Defra has confirmed that it will introduce new regulation to govern pig contracts, as it releases a summary of the responses to the consultation on contractual practice in the UK pig sector and sets out its next steps.
The Department has also stated that it will share its findings relating to the alleged negative consequences of market consolidation in the pork processing sector with the Competition and Markets Authority (CMA).
The consultation, which closed in October, received a total of 374 industry responses. Defra said these responses received have ‘demonstrated that there are legitimate concerns about the nature of business relationships in the UK pig sector’.
“There is a clear demand for a legislative solution, and evidence of a popular sentiment that legally required written contracts would remove the uncertainty and ambiguity which has underlain recent issues,” it said.
But it said there is a far weaker consensus regarding what mandatory written agreements should cover and whether these agreements should be standardised throughout the sector.
“A substantial number of responses stressed the need for a light-touch, flexible approach to any future legislation to account for the wide variation in business arrangements found in the sector. Producers also generally recognised that too much contractual rigidity could have unintended consequences on the market,” it said.
Among the key issues the consultation raised was ‘inconsistency in terms of the availability of supply chain data, with some areas well covered and others severely lacking’.
Inevitably in light of what happened during the pig backlog, respondents regularly provided evidence of poor contractual practice, including where pre-agreed pig numbers were ignored and producers were penalised for circumstances outside of their control.
Responses also suggested that there is an inherent unfairness in the imbalance of contingency requirements between producers and processors.
“Respondents suggest that all responsibility for dealing with unforeseen circumstances, and associated financial risk, is unfairly placed with producers,” it said.
There was also a strong consensus that action must be taken on dispute resolution, although various methods to achieving a successful outcome were referenced.

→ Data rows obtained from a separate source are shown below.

#: IR ops that are one arithmetic expression over whole rows (vector
#: statements in GNU C); the others (libm calls, helpers) run lane by lane.
ROW_OPS = frozenset({"add", "mul", "div", "sub", "neg"})


def _row_statement(fn: Function, i: int, ref_row, ref_lane, target: int) -> str:
    """The statement of IR row ``i`` writing workspace slot ``target``.

    Sums, products, quotients and negations are whole-row expressions
    (``TF_ROW``, operands ``TF_V(...)``); everything else runs lane by lane
    (``TF_LANEWISE``, operands ``TF_L(...)``), as does a row of constants
    only (a scalar cannot be assigned to a vector). A long row accumulates in a
    local ``t`` (a row, or a lane)."""
    g = fn.graph
    row = g.ops[i] in ROW_OPS and any(g.ops[a] != "const" for a in g.args[i])
    ref = ref_row if row else ref_lane
    wrap, acc, kind = ("TF_ROW", "t", "tf_row") if row else ("TF_LANEWISE", "t", "double")
    dest = f"TF_V(w[{target}])" if row else f"TF_L(w[{target}])"
    parts = expression_parts(fn, i, ref, acc=acc, max2="tf_max2", powi="tf_powi")
    if len(parts) == 1:
        return f"    {wrap}({dest} = {parts[0]});\n"
    if row:  # portable form: t is one lane; GNU form: t is a row
        kind = "TF_T"
    body = "".join([f"        {kind} t = {parts[0]};\n", *(f"        t = {p};\n" for p in parts[1:]),
                    f"        {dest} = t;\n"])
    return f"    {wrap}(\n{body}    );\n"


def block_layout(fn: Function, *, input_ref, slot_ref):
    """What every block-of-lanes emitter (C, Cython) needs: the workspace slot
    of each computed row, the slot count, ``ref(node)`` naming a node's lane
    value (``input_ref(column)``, ``slot_ref(slot)``, or a literal), and the
    computed rows split into parts of at most :data:`CHUNK_ROWS`."""
    g = fn.graph
    slot, n_slots = allocate_slots(fn)

    def ref(node: int) -> str:
        op = g.ops[node]
        if op == "const":
            return literal(g.data[node])
        if op == "input":
            return input_ref(g.data[node])
        return slot_ref(slot[node])

    rows = [i for i, op in enumerate(g.ops) if op not in ("const", "input")]
    parts = [rows[k:k + CHUNK_ROWS] for k in range(0, len(rows), CHUNK_ROWS)]
    return slot, n_slots, ref, parts


def _body(fn: Function) -> str:
    """The block function(s): input rows ``in[j]``, workspace ``w``, results ``res``.

    Both the IR rows and the copies of the outputs into ``res`` go into
    non-inlined parts of at most :data:`CHUNK_ROWS` statements that share
    the workspace: gcc's alias walk and SLP vectoriser are quadratic in the
    memory accesses of one function (one function of a thousand output
    copies cost 24 s and 1.3 GB on a 400-state chain)."""
    slot, n_slots, ref_row, parts = block_layout(fn, input_ref=lambda j: f"TF_V(in[{j}])",
                                                 slot_ref=lambda k: f"TF_V(w[{k}])")
    _, _, ref_lane, _ = block_layout(fn, input_ref=lambda j: f"TF_L(in[{j}])",
                                     slot_ref=lambda k: f"TF_L(w[{k}])")
    g = fn.graph
    parts = parts or [[]]
    out = []
    sig = "const tf_row *restrict in, tf_row *restrict w"
    for p, chunk in enumerate(parts):
        out.append(f"static TF_NOINLINE void tf_part{p}({sig})\n{{\n    int b;\n")
        out.append("    (void)in; (void)w; (void)b;\n")
        out.extend(_row_statement(fn, i, ref_row, ref_lane, slot[i]) for i in chunk)
        out.append("}\n\n")
    stores = list(enumerate(fn.outputs))
    store_parts = [stores[k:k + CHUNK_ROWS] for k in range(0, len(stores), CHUNK_ROWS)]
    sig = "const tf_row *restrict in, const tf_row *restrict w, tf_row *restrict res"
    for p, chunk in enumerate(store_parts):
        out.append(f"static TF_NOINLINE void tf_store{p}({sig})\n{{\n    int b;\n")
        out.append("    (void)in; (void)w; (void)b;\n")
        for k, o in chunk:
            if g.ops[o] == "const":  # a scalar: lane by lane
                out.append(f"    TF_LANEWISE(TF_L(res[{k}]) = {ref_lane(o)});\n")
            else:
                out.append(f"    TF_ROW(TF_V(res[{k}]) = {ref_row(o)});\n")
        out.append("}\n\n")
    out.append("static void tf_block(const tf_row *restrict in, tf_row *restrict res)\n{\n")
    out.append("    tf_row w[TF_NW];\n")
    for p in range(len(parts)):
        out.append(f"    tf_part{p}(in, w);\n")
    for p in range(len(store_parts)):
        out.append(f"    tf_store{p}(in, (const tf_row *)w, res);\n")
    out.append("}\n\n")
    return "".join(out), n_slots


def block_source(fn: Function) -> tuple[str, int]:
    """The C text that evaluates ``fn`` on one block of lanes, shared by the
    C and Cython back ends: the row type and its macros, the helpers the body
    calls, the parts, and ``tf_block(in, res)`` (input rows in, output rows
    res). Needs ``TF_NI``, ``TF_NR`` and ``TF_NW`` defined before it (the
    slot count is returned) and ``<math.h>``."""
    body, n_slots = _body(fn)
    helpers = "".join("\n" + text for h, text in _HELPERS.items() if h + "(" in body)
    return _ROWS + helpers + "\n" + body, n_slots


def floor_runs(floors) -> list[tuple[int, int, float, bool]]:
    """Contiguous runs ``(start, stop, low, inclusive)`` of inputs sharing a floor."""
    runs: list = []
    for j, (low, inclusive) in enumerate(floors):
        if runs and runs[-1][2:] == (low, inclusive):
            runs[-1] = (runs[-1][0], j + 1, low, inclusive)
        else:
            runs.append((j, j + 1, low, inclusive))
    return runs


def check_source(checks) -> str:
    """``tf_check(in, res, st)``: the fused row checks of one block (see
    :class:`~treeflux.runtime.kernel.RowChecks`), shared by the C and Cython
    back ends. ``in[j][b]`` is input j of lane b, ``res[k][b]`` output k; the
    status byte of lane b goes to ``st[b]``. Lane loops of fixed length that
    gcc vectorises; comparisons are false on NaN, sums fold left to right."""
    lines = ["static void tf_check(const double (*restrict in)[TF_LANES], "
             "const double (*restrict res)[TF_LANES], unsigned char *restrict st)",
             "{", "    int b, k;", "    double s[TF_LANES];", "    unsigned char bad[TF_LANES];",
             "    unsigned long long top[TF_LANES];", "    (void)k; (void)s; (void)top;",
             "    for (b = 0; b < TF_LANES; b++) bad[b] = 0;"]
    for a, z, low, inclusive in floor_runs(checks.floors):
        if low == 0 and not inclusive:
            # x > 0 and finite <=> its bits are 1 .. 0x7FEFFFFFFFFFFFFF (NaN, +-inf,
            # +-0 and negatives are not): two integer operations per value
            lines.append("    for (b = 0; b < TF_LANES; b++) top[b] = 0;")
            lines.append(f"    for (k = {a}; k < {z}; k++)")
            lines.append("        for (b = 0; b < TF_LANES; b++) {")
            lines.append("            unsigned long long u;")
            lines.append("            memcpy(&u, &in[k][b], sizeof u);")
            lines.append("            u -= 1;")
            lines.append("            top[b] = u > top[b] ? u : top[b];")
            lines.append("        }")
            lines.append("    for (b = 0; b < TF_LANES; b++) bad[b] |= top[b] > 0x7FEFFFFFFFFFFFFEULL;")
            continue
        if low == float("-inf"):
            test = "fabs(in[k][b]) < HUGE_VAL"
        else:
            test = f"(in[k][b] {'>=' if inclusive else '>'} {literal(Fraction(low))}) & (in[k][b] < HUGE_VAL)"
        lines.append(f"    for (k = {a}; k < {z}; k++)")
        lines.append(f"        for (b = 0; b < TF_LANES; b++) bad[b] |= !({test});")
    for a, z in checks.blocks:
        lines.append(f"    for (b = 0; b < TF_LANES; b++) s[b] = res[{a}][b];")
        if z - a > 1:
            lines.append(f"    for (k = {a + 1}; k < {z}; k++)")
            lines.append("        for (b = 0; b < TF_LANES; b++) s[b] += res[k][b];")
        lines.append(f"    for (b = 0; b < TF_LANES; b++) bad[b] |= (!(fabs(s[b] - 1.0) <= "
                     f"{literal(Fraction(checks.tol))})) << 1;")
    a, z = checks.finite
    if z > a:
        lines.append(f"    for (k = {a}; k < {z}; k++)")
        lines.append("        for (b = 0; b < TF_LANES; b++) bad[b] |= (!(fabs(res[k][b]) < HUGE_VAL)) << 2;")
    lines += ["    for (b = 0; b < TF_LANES; b++) st[b] = bad[b];", "}", ""]
    return "#include <string.h>\n" + "\n".join(lines) + "\n"


_CHECKED_DRIVER = """\
long {name}_eval_checked(const double *x, double *out, unsigned char *status, long start, long stop)
{{
    TF_ALIGNED double in[TF_NI][TF_LANES];
    TF_ALIGNED double res[TF_NR][TF_LANES];
    unsigned char st[TF_LANES];
    long r0, count = 0;
    for (r0 = start; r0 < stop; r0 += TF_LANES) {{
        int n = stop - r0 < TF_LANES ? (int)(stop - r0) : TF_LANES;
        int b, j, k;
        for (b = 0; b < TF_LANES; b++) {{
            const double *row = x + (r0 + (b < n ? b : n - 1)) * (long){n_in};
            for (j = 0; j < {n_in}; j++) in[j][b] = row[j];
        }}
        tf_block((const tf_row *)in, (tf_row *)res);
        tf_check((const double (*)[TF_LANES])in, (const double (*)[TF_LANES])res, st);
        for (b = 0; b < n; b++) {{
            double *row = out + (r0 + b) * (long)TF_NO;
            for (k = 0; k < TF_NO; k++) row[k] = res[k][b];
            status[r0 + b] = st[b];
            count += st[b] != 0;
        }}
    }}
    return count;
}}
"""
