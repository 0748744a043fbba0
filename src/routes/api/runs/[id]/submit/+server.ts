import { api } from '$lib/server/api';
import { submitRunSchema } from '$lib/schemas/signoff';
import { RuleViolation } from '$lib/server/services/errors';
import { submitRun } from '$lib/server/services/signoff';

/** Submits a run for sign-off: `{ justification }` as JSON (10 to 4,000 characters, trimmed). */
export const POST = api(async (user, event) => {
	const parsed = submitRunSchema.safeParse(await event.request.json().catch(() => null));
	if (!parsed.success) {
		const issue = parsed.error.issues[0];
		throw new RuleViolation(
			issue?.path[0] === 'justification'
				? issue.message
				: 'Send { "justification": "why this run should be awarded" } as JSON.',
			'justification',
			422
		);
	}
	const signoff = await submitRun(user, event.params.id!, undefined, parsed.data.justification);
	return { signoffId: signoff.id, boundHash: signoff.bound_hash.trim(), state: 'awaiting_signoff' };
});
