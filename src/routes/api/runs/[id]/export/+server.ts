import { api } from '$lib/server/api';
import { runWorkbook } from '$lib/server/run-export';
import { findRun } from '$lib/server/services/award-runs';
import { runJson } from '$lib/server/services/award-views';
import { runEvaluation } from '$lib/server/services/run-evaluation';

/** The run as an .xlsx workbook (formula-injection safe). */
export const GET = api(async (user, event) => {
	const { run, event: row } = await findRun(user, event.params.id!);
	const { priceTotal } = await runEvaluation(user, run, row.id);
	const body = await runWorkbook(row.reference, runJson(run), priceTotal);
	return new Response(new Uint8Array(body), {
		headers: {
			'content-type': 'application/vnd.openxmlformats-officedocument.spreadsheetml.sheet',
			'content-disposition': `attachment; filename="run-${row.reference.replace(/[^A-Za-z0-9._-]/g, '_')}-${run.number}.xlsx"`,
			'cache-control': 'no-store'
		}
	});
});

Defra sets out its steps, which while short on detail, confirm its intention to introduce regulation to deliver a more balanced pork supply chain:
- We will share our findings relating to the alleged negative consequences of market consolidation with the Competition and Markets Authority (CMA).
- The UK government will commence work developing regulations for pig contracts, using the regulation making power in section 29 of the Agriculture Act 2020.
- These regulations will ensure written agreements are used between all producers and their buyers. We will work closely with industry to explore what other provisions, if any, should be mandated as part of these agreements.
- We will continue to engage with stakeholders to ensure that legislation works for all parts of the UK and incorporate special provision for differing circumstances, if necessary. Where there is no minister in place, as in Northern Ireland at present, we will continue to work closely with government officials.
- We will also develop regulations to collect and disseminate more supply chain data, particularly in relation to wholesale price transparency and national slaughter numbers. We will use the powers in sections 23 to 28 of the Agriculture Act to create such provisions in England. We will work with the devolved administrations on this issue, as this is a devolved matter.
The regulations will be developed using the regulation-making power in section 29 of the Agriculture Act 2020, with further engagement with industry to ensure that they meet the needs of the sector and properly address the challenges the sector faces.
Comment and reaction
Defra said these new regulations will help to bring stability and security to the pig supply chain, strengthening the sector’s ability to deal with the challenges currently being faced around the world, such as rising costs and labour shortages caused by global pressures.
Farming Minister Mark Spencer said: “The pig sector has faced unprecedented challenges over the last year, with rising costs and global labour shortages putting real pressure on producers and processors.
“We are committed to working with the sector, and the regulations set to be introduced will ensure fairness and transparency across the supply chain – from pig to pork to plate – to help the sector to thrive in the future.”
NPA Chair Rob Mutimer said: “We are very pleased that Defra has taken on board the very clear messages from the NPA and the wider industry about what needs to be done to fix our broken supply chain.
“For too long, producers have been treated poorly and contracts have not been worth the paper they were written on – and we have seen some disastrous consequences of that behaviour over the past two years.
“We believe the measures set out today, including legal underpinning for contracts that delivers a fair transparent and negotiable contract system, will help deliver a fairer and more sustainable environment for pig producers.”